- [EXERCISE AIM]:
Among the records below, find the line that has "a payload may"; from there, give the lines again exactly, and stop after the line that has "rounds of an".

- [EXERCISE MATERIALS]:
────────────────────
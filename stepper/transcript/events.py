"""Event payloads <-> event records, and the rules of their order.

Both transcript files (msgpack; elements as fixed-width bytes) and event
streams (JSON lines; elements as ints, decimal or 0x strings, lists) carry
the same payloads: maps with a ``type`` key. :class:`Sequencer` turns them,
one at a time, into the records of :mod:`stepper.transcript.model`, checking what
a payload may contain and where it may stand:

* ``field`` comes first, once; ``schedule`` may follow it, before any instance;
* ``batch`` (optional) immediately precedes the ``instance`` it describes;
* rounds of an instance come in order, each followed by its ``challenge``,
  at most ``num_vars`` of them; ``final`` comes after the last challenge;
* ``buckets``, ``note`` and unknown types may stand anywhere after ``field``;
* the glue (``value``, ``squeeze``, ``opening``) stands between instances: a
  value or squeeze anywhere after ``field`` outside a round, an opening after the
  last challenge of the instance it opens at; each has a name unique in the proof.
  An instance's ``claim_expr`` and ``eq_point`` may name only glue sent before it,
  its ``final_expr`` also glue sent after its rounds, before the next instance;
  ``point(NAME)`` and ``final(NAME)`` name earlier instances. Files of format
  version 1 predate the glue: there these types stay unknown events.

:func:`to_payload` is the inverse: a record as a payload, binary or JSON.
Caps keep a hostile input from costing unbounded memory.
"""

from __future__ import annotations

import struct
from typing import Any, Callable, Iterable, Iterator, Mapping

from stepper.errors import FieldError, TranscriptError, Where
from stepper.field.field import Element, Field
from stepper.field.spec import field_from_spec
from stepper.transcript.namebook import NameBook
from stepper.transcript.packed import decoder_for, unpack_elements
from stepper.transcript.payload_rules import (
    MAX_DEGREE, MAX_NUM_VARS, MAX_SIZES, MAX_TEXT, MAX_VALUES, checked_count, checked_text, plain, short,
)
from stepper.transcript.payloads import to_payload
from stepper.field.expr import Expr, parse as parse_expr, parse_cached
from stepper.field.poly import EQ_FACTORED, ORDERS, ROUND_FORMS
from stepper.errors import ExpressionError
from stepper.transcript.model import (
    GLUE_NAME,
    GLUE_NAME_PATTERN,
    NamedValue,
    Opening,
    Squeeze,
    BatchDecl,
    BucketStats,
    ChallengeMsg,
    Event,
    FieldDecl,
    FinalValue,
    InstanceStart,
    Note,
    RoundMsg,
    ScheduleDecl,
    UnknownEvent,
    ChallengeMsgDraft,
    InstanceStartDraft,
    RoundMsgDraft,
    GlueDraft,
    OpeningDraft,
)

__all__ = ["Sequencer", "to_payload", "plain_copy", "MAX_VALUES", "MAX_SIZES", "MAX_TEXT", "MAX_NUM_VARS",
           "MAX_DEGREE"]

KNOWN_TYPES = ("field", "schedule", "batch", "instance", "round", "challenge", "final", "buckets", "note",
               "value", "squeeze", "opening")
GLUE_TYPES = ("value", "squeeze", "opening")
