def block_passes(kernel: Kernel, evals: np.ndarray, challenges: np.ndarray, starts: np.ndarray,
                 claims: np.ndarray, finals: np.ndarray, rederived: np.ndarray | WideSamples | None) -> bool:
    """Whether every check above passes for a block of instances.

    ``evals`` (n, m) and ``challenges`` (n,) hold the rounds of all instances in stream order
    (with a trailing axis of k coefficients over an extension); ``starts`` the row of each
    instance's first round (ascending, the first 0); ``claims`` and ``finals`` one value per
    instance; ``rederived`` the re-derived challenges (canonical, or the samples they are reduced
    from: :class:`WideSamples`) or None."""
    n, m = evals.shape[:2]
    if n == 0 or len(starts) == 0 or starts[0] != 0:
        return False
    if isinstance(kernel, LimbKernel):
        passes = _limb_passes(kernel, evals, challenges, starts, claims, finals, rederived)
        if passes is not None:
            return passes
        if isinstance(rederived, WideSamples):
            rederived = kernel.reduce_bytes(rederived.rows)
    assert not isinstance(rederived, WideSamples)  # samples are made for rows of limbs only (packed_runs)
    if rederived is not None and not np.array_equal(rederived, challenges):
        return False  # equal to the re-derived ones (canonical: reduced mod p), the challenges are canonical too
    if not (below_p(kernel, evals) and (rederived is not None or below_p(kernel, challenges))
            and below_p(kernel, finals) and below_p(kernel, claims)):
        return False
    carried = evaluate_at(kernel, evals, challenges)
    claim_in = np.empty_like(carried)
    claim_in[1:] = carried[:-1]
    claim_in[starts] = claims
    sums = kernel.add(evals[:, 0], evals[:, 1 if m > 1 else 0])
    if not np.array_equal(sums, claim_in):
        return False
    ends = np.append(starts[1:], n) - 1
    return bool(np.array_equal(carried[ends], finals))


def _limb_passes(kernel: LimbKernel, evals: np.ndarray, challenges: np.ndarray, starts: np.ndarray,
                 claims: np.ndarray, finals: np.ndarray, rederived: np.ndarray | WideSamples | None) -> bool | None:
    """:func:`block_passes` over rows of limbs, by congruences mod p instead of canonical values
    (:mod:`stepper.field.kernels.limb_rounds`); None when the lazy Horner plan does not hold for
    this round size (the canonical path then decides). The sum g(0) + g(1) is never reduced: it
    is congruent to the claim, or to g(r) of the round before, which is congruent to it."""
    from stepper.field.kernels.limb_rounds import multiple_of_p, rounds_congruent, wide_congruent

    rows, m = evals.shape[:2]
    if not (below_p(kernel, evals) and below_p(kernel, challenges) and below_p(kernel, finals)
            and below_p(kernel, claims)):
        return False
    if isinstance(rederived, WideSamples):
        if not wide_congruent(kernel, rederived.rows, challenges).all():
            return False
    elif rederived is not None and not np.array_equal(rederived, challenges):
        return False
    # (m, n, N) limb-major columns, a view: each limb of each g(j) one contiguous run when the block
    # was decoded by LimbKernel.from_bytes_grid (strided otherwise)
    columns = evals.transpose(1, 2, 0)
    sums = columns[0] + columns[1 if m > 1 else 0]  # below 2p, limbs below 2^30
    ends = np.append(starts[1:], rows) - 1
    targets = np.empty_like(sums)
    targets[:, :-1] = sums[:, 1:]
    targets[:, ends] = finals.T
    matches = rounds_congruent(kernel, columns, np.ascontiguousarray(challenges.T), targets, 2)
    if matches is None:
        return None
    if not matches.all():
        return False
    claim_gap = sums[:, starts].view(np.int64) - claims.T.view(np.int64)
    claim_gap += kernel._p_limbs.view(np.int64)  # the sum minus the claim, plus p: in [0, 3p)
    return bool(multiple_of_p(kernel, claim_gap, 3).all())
────────────────────
- [RESPONSE]:
a payload may contain and where it may stand:

* ``field`` comes first, once; ``schedule`` may follow it, before any instance;
* ``batch`` (optional) immediately precedes the ``instance`` it describes;
* rounds of an instance come in order, each followed by its ``challenge``,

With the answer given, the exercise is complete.